Abandonar la necesidad de un lenguaje “preciso” y la necesidad de traducir mentalmente cada frase signada a una en inglés, solo fue posible cuando acepté la emotividad de la lengua de signos. Sin embargo, period más fácil decirlo que hacerlo: mis expresiones faciales tienden a ser mudas, por lo que aprender a expresar emociones adecuadamente mientras hago señas ha sido mi mayor reto. Un día, durante una clase de Nivel 2, un profesor me llamó la atención. “No tiene sentido que hagas la seña de ‘frustrada’ si tu cara no parece frustrada en absoluto”, me dijo. Es como hablar en un tono monótono impasible mientras aseguras estar enfadado. Me sentí como si estuviera de nuevo en la guardería aprendiendo a distinguir entre las emociones. Durante aquellas clases, como me sentía rígida y no quería hacer el ridículo, evitaba dar respuestas voluntarias. Mi rostro se fue suavizando con el paso de los meses, pero no podía —y a veces aún me cuesta— intuir la línea que separa la falta de emoción, la emisión de lo justo para dar vitalidad y humor, y la exageración bobalicona. Incluso ahora, sin poder esconderme detrás de mis eufemismos o analogías habituales, a veces sigo sintiéndome demasiado franca y cándida.
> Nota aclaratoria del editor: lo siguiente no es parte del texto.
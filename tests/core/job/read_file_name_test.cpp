// SPDX-License-Identifier: GPL-3.0-or-later
#include "core/job/read_file_name.h"

#include <gtest/gtest.h>

namespace dampwright {
namespace {

using Setting = std::vector<SettingValue>;

TEST(ReadFileName, ClicksAreReadWithTheirAdjuster) {
  EXPECT_EQ(settingInName("front left 8 clicks.txt"), (Setting{{"adjuster", 8}}));
  EXPECT_EQ(settingInName("R12 C4.csv"), (Setting{{"compression", 4}, {"rebound", 12}}));
  EXPECT_EQ(settingInName("FL_c4_r12_50mms.csv"), (Setting{{"compression", 4}, {"rebound", 12}}));
  EXPECT_EQ(settingInName("rear_rebound_10_clicks_0100_mm_s.csv"), (Setting{{"rebound", 10}}));
  EXPECT_EQ(settingInName("Reb08Comp04.csv"), (Setting{{"compression", 4}, {"rebound", 8}}));
  EXPECT_EQ(settingInName("Klicks 3.csv"), (Setting{{"adjuster", 3}}));
}

TEST(ReadFileName, OtherNumbersAreNoSetting) {
  for (const char* name : {"R1.csv",
                           "run 12.csv",
                           "FL_0.1mps.csv",
                           "2031-03-04.csv",
                           "rebound 800 N.txt",
                           "",
                           ".csv"}) {
    EXPECT_EQ(settingInName(name), Setting{}) << name;
  }
}

TEST(ReadFileName, TheSpeedStandsBeforeItsUnit) {
  EXPECT_DOUBLE_EQ(speedInName("FL_0.1mps.csv").value_or(0), 0.1);
  EXPECT_DOUBLE_EQ(speedInName("FL_0,25 m_s.csv").value_or(0), 0.25);
  EXPECT_DOUBLE_EQ(speedInName("run_0100_mm_s.csv").value_or(0), 0.1);
  EXPECT_DOUBLE_EQ(speedInName("VL 50mm-s").value_or(0), 0.05);
  EXPECT_DOUBLE_EQ(speedInName("10ips.csv").value_or(0), 0.254);
  EXPECT_EQ(speedInName("FL_50mm.csv"), std::nullopt);
  EXPECT_EQ(speedInName("front left 8 clicks.txt"), std::nullopt);
}

TEST(ReadFileName, TheStemIsWhatIsLeft) {
  EXPECT_EQ(stemOfName("FL_0.1mps.csv"), "fl");
  EXPECT_EQ(stemOfName("front left 8 clicks 50 mm_s.txt"), "front left");
  EXPECT_EQ(stemOfName("damper A run 3.csv"), "damper a run");
  EXPECT_EQ(stemOfName("7.csv"), "7");
}

}  // namespace
}  // namespace dampwright
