// SPDX-License-Identifier: GPL-3.0-or-later
#include "core/curves/monotone_cubic.h"

#include <gtest/gtest.h>

#include <algorithm>
#include <random>
#include <vector>

#include "tests/support/scipy.h"

namespace dampwright {
namespace {

struct Points {
  std::vector<double> x, y;
};

Points some(std::uint64_t seed, bool rising) {
  std::mt19937_64 random(seed);
  std::uniform_real_distribution<double> step(0.02, 1), rise(rising ? 0 : -100, 100);
  Points points{{0.05}, {30}};
  for (int i = 0; i < 7; ++i) {
    points.x.push_back(points.x.back() + step(random));
    points.y.push_back(points.y.back() + rise(random));
  }
  return points;
}

TEST(MonotoneCubic, IsSciPysPchipWithItsSlope) {
  for (const bool rising : {true, false}) {
    for (const std::uint64_t seed : {1u, 2u, 3u}) {
      const Points points = some(seed, rising);
      std::vector<double> places;
      for (double x = points.x.front(); x <= points.x.back(); x += 0.037) places.push_back(x);
      const auto expected =
          test::pythonNumbers("from scipy.interpolate import PchipInterpolator as P\nf = P(" +
                              test::pythonList(points.x) + ", " + test::pythonList(points.y) +
                              ")\nx = " + test::pythonList(places) + "\nprint(*f(x), *f(x, 1))");
      const MonotoneCubic cubic(points.x, points.y);
      ASSERT_EQ(expected.size(), 2 * places.size());
      for (std::size_t i = 0; i < places.size(); ++i) {
        EXPECT_NEAR(cubic.at(places[i]), expected[i], 1e-9);
        EXPECT_NEAR(cubic.slopeAt(places[i]), expected[places.size() + i], 1e-8);
      }
    }
  }
}

TEST(MonotoneCubic, NeverLeavesTheRangeOfItsTwoPoints) {
  const Points points = some(5, true);
  const MonotoneCubic cubic(points.x, points.y);
  for (std::size_t i = 0; i + 1 < points.x.size(); ++i)
    for (double share = 0; share <= 1; share += 0.05) {
      const double y = cubic.at(points.x[i] + share * (points.x[i + 1] - points.x[i]));
      EXPECT_GE(y, points.y[i] - 1e-9);
      EXPECT_LE(y, points.y[i + 1] + 1e-9);
    }
}

TEST(MonotoneCubic, TwoPointsAreAStraightLine) {
  const MonotoneCubic line({1, 3}, {10, 20});
  EXPECT_NEAR(line.at(2.5), 17.5, 1e-12);
  EXPECT_NEAR(line.slopeAt(1.2), 5, 1e-12);
  EXPECT_NEAR(line.straightAt(2.5), 17.5, 1e-12);
}

}  // namespace
}  // namespace dampwright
Llevo casi dos años volviendo semana tras semana a las clases de ASL. Puedo oír y, cuando empecé a estudiar, no conocía a ninguna persona sorda o con dificultades auditivas. Mis razones iniciales eran múltiples y de poca importancia: de niñas, mi hermana y yo estábamos obsesionadas con las “lenguas secretas”; una amiga de la secundaria con una hermana con problemas de audición me enseñó a hacer señas y me enganchó; quería tener la capacidad de “hablar” en un bar ruidoso sin gritar.
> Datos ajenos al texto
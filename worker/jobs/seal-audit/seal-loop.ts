/**
 * Seals the audit trail again and again, at most `intervalMilliseconds` behind. Trouble is reported and tried again:
 * entries wait unsealed and nothing is lost.
 */
export function startSealing(
  seal: () => Promise<number>,
  onTrouble: (error: unknown) => void,
  intervalMilliseconds = 1000,
): { stop(): Promise<void> } {
  let stopped = false;
  let wake: (() => void) | undefined;
  const loop = (async () => {
    while (!stopped) {
      try {
        await seal();
      } catch (error) {
        onTrouble(error);
      }
      if (stopped) break;
      await new Promise<void>((resolve) => {
        const timer = setTimeout(resolve, intervalMilliseconds);
        wake = () => {
          clearTimeout(timer);
          resolve();
        };
      });
    }
  })();
  return {
    async stop() {
      stopped = true;
      wake?.();
      await loop;
    },
  };
}
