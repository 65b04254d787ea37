package ingest

import (
	"cmp"
	"fmt"
	"math"
	"math/cmplx"
	"slices"

	"realpart/models/quantity"
)

// sortedOrder returns the indices of v in ascending order, equal values in the
// order they stand. It merges neighbouring runs that are in order, so that
// several passes through the frequencies cost little.
func sortedOrder(v []float64) []int {
	type point struct {
		v float64
		i int
	}
	points := make([]point, len(v))
	starts := []int{0} // of the runs
	if descending(v) { // one run from the end
		for i := range points {
			k := len(v) - 1 - i
			points[i] = point{v[k], k}
		}
	} else {
		for i, x := range v {
			points[i] = point{x, i}
			if i > 0 && cmp.Less(x, v[i-1]) {
				starts = append(starts, i)
			}
		}
	}
	for spare := make([]point, len(v)*min(1, len(starts)-1)); len(starts) > 1; points, spare = spare, points {
		merged := starts[:0]
		for r := 0; r < len(starts); r += 2 {
			from, mid, end := starts[r], len(v), len(v)
			if r+1 < len(starts) {
				mid = starts[r+1]
			}
			if r+2 < len(starts) {
				end = starts[r+2]
			}
			merged = append(merged, from)
			i, j := from, mid
			for k := from; k < end; k++ {
				if i < mid && (j >= end || !cmp.Less(points[j].v, points[i].v)) {
					spare[k] = points[i]
					i++
				} else {
					spare[k] = points[j]
					j++
				}
			}
		}
		starts = merged
	}
	order := make([]int, len(v))
	for i, p := range points {
		order[i] = p.i
	}
	return order
}

// sweeps turns what was parsed into sweeps, or the error for its faults.
func (p *parsed) sweeps(o Options) ([]*Sweep, error) {
	var out []*Sweep
	if len(p.faults) == 0 {
		for _, d := range p.parts {
			if s := p.finish(d); s != nil {
				out = append(out, s)
			} else if len(p.faults) == 0 && len(p.parts) > 1 {
				p.warnings = append(p.warnings, Warning{WarnPartEmpty, fmt.Sprintf("no row of part %s could be used", d.label)})
			}
		}
		switch {
		case len(p.faults) > 0:
		case len(out) == 0:
			p.fault(p.nothing())
		}
	}
	p.reading.close(p)
	if len(p.faults) > 0 {
		e := *p.faults[0]
		e.File = p.name
		e.More = len(p.faults) - 1 + p.more
		reading := p.reading
		e.Reading = &reading
		return nil, &e
	}
	for i, s := range out {
		s.Reading = p.reading
		s.Warnings = append(append(make([]Warning, 0, len(p.warnings)+len(s.Warnings)+1), p.warnings...), s.Warnings...)
		if i == 0 || len(out) == 1 {
			s.Dropped = p.dropped
			if n := len(p.dropped); n > 0 {
				s.Warnings = append(s.Warnings, Warning{WarnDropped, droppedText(p.dropped)})
			}
		}
	}
	return out, nil
}

func droppedText(d []Dropped) string {
	rows := "rows were"
	if len(d) == 1 {
		rows = "row was"
	}
	return fmt.Sprintf("%d %s not used, the first in line %d: %s", len(d), rows, d[0].Line, d[0].Reason)
}

// nothing is the error of a file without a usable row.
func (p *parsed) nothing() *Error {
	e := &Error{File: p.name, Line: max(1, p.reading.HeaderLine), Column: 1, bare: true, Expected: "rows of numbers", Found: "only a header"}
	if n := len(p.dropped); n > 0 {
		e.Line, e.Found = p.dropped[0].Line, fmt.Sprintf("no usable row: %d dropped, the first for %s", n, p.dropped[0].Reason)
	}
	return e
}

// finish checks, sorts and merges the points of one part. It returns nil where
// no point is left or a fault was found.
func (p *parsed) finish(d *partData) *Sweep {
	s := &Sweep{File: p.name, Part: d.label, Lot: d.meta.Lot, Metadata: d.meta,
		Reference: d.reference, Connection: d.connection}
	if s.Part == "" {
		s.Part = partName(p.name)
	}
	n := 0
	faults := len(p.faults)
	for i, f := range d.freq {
		z := d.z[i]
		switch size := math.Abs(real(z)) + math.Abs(imag(z)); {
		case f > 0 && f <= math.MaxFloat64 && size > 0 && size <= math.MaxFloat64:
			// A good point; the cases below are for all others.
		case math.IsNaN(f) || math.IsInf(f, 0):
			p.drop(d.line[i], "overload or no number in frequency")
			continue
		case f == 0:
			p.drop(d.line[i], "frequency of exactly 0")
			continue
		case f < 0:
			p.fault(&Error{Line: int(d.line[i]), Column: 1, Found: fmt.Sprint(f), Expected: "a frequency that is not negative", Hint: "--columns to name the columns"})
			continue
		case z == 0:
			p.drop(d.line[i], "magnitude of exactly 0")
			continue
		case cmplx.IsNaN(z) || cmplx.IsInf(z):
			p.drop(d.line[i], "no finite impedance")
			continue
		}
		d.freq[n], d.z[n], d.line[n] = f, z, d.line[i]
		if d.s != nil {
			d.s[n] = d.s[i]
		}
		n++
	}
	if len(p.faults) > faults || n == 0 {
		return nil
	}
	f, z := d.freq[:n], d.z[:n]
	var sp []complex128
	if d.s != nil {
		sp = d.s[:n]
	}
	if !ascending(f) {
		order := sortedOrder(f)
		if !slices.IsSorted(f) && !slices.IsSortedFunc(f, func(a, b float64) int { return cmp.Compare(b, a) }) {
			s.Warnings = append(s.Warnings, Warning{WarnUnsorted, "the frequencies were not in order and have been sorted"})
		}
		var e *Error
		var w *Warning
		f, z, sp, w, e = mergePoints(f, z, sp, d.line[:n], order)
		if e != nil {
			p.fault(e)
			return nil
		}
		if w != nil {
			s.Warnings = append(s.Warnings, *w)
		}
	}
	s.Freq, s.Z, s.S = f, z, sp
	if len(f) < 3 {
		s.Warnings = append(s.Warnings, Warning{WarnCoverage, "only " + quantity.Count(len(f), "point")})
	}
	return s
}

func (p *parsed) fault(e *Error) {
	e.File = p.name
	p.faults = append(p.faults, e)
}

func (p *parsed) drop(line int32, reason string) {
	p.dropped = append(p.dropped, Dropped{int(line), reason})
}

func descending(f []float64) bool {
	for i := 1; i < len(f); i++ {
		if !(f[i] < f[i-1]) {
			return false
		}
	}
	return true
}

func ascending(f []float64) bool {
	for i := 1; i < len(f); i++ {
		if !(f[i] > f[i-1]) {
			return false
		}
	}
	return true
}

// mergePoints sorts the points and averages those at the same frequency, unless
// the repetitions look like several sweeps in one.
func mergePoints(f []float64, z, sp []complex128, line []int32, order []int) ([]float64, []complex128, []complex128, *Warning, *Error) {
	var of []float64
	var oz, os []complex128
	var seen repetition
	for i := 0; i < len(order); {
		j := i + 1
		for j < len(order) && f[order[j]] == f[order[i]] {
			j++
		}
		same := order[i:j]
		seen.add(z, line, same)
		if mean := average(z, same); mean != 0 && !cmplx.IsInf(mean) {
			of = append(of, f[same[0]])
			oz = append(oz, mean)
			if sp != nil {
				os = append(os, average(sp, same))
			}
		}
		i = j
	}
	if seen.merged == 0 {
		return of, oz, os, nil, nil
	}
	if e := seen.refuse(len(of)); e != nil {
		return nil, nil, nil, nil, e
	}
	return of, oz, os, &Warning{WarnDuplicate, fmt.Sprintf("%d points at a frequency that occurs more than once were averaged with it", seen.merged)}, nil
}

// average is the mean of some values; dividing before adding keeps it finite.
func average(v []complex128, at []int) complex128 {
	if len(at) == 1 {
		return v[at[0]]
	}
	var sum complex128
	for _, k := range at {
		sum += v[k] / complex(float64(len(at)), 0)
	}
	return sum
}

// repetition counts points at frequencies that were there before, and how far
// they lie from the first.
type repetition struct {
	merged int
	far    int       // more than 10 %
	again  []float64 // differences in a later run through the frequencies, not in the next row
	worst  float64
	line   int32 // of the worst
}

func (r *repetition) add(z []complex128, line []int32, same []int) {
	first := z[same[0]]
	for n, k := range same[1:] {
		d := cmplx.Abs(z[k]-first) / max(cmplx.Abs(first), cmplx.Abs(z[k]))
		r.merged++
		if d > 0.1 {
			r.far++
		}
		if d > r.worst {
			r.worst, r.line = d, line[k]
		}
		if k != same[n]+1 {
			r.again = append(r.again, d)
		}
	}
}

// refuse is the error where a large part of a sweep of so many points is there
// twice and the two differ, a quarter of it by more than 10 %, or in a second run
// through the frequencies half of it by more than 1 %: then they are more likely
// two parts or two bias levels than one part measured again.
func (r *repetition) refuse(points int) *Error {
	slices.Sort(r.again)
	n := len(r.again)
	if !(r.far > 0 && 4*r.far >= points || n > 0 && 2*n >= points && r.again[n/2] > 0.01) {
		return nil
	}
	return &Error{Line: int(r.line), Column: 1, bare: true, Err: ErrAmbiguous,
		Found:    fmt.Sprintf("%d repeated frequencies with impedances up to %.3g %% apart", r.merged, 100*r.worst),
		Expected: "one impedance at each frequency of a part",
		Hint:     "--columns with part=…, or a blank line between the parts"}
}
Pero esas razones no captan lo que ha hecho que estudiar ASL sea tan gratificante. Si alguien te cube cómo se siente, puede que no diga las palabras “asombrado”, “indignado” o “contentísimo”, pero te lo mostrará con su cara y su cuerpo, y la muestra dará lugar a algo inusual para alguien tan interesado en el lenguaje como yo: lo entenderás porque lo sientes. Aunque la ASL no comparta totalmente el vocabulario con el inglés, eso no significa que carezca de precisión. He aprendido que su precisión reside en el lenguaje común del cuerpo. La poetisa Adrienne Wealthy escribe que el silencio es el “plano de acción para una vida” que tiene presencia y forma. Para mí, la lengua de signos aclaró ese plano, mostrándome que el cuerpo es lo que da vida al lenguaje. El acceso a esa lengua requería que me sintonizara con las emociones, tanto las mías como las de los demás.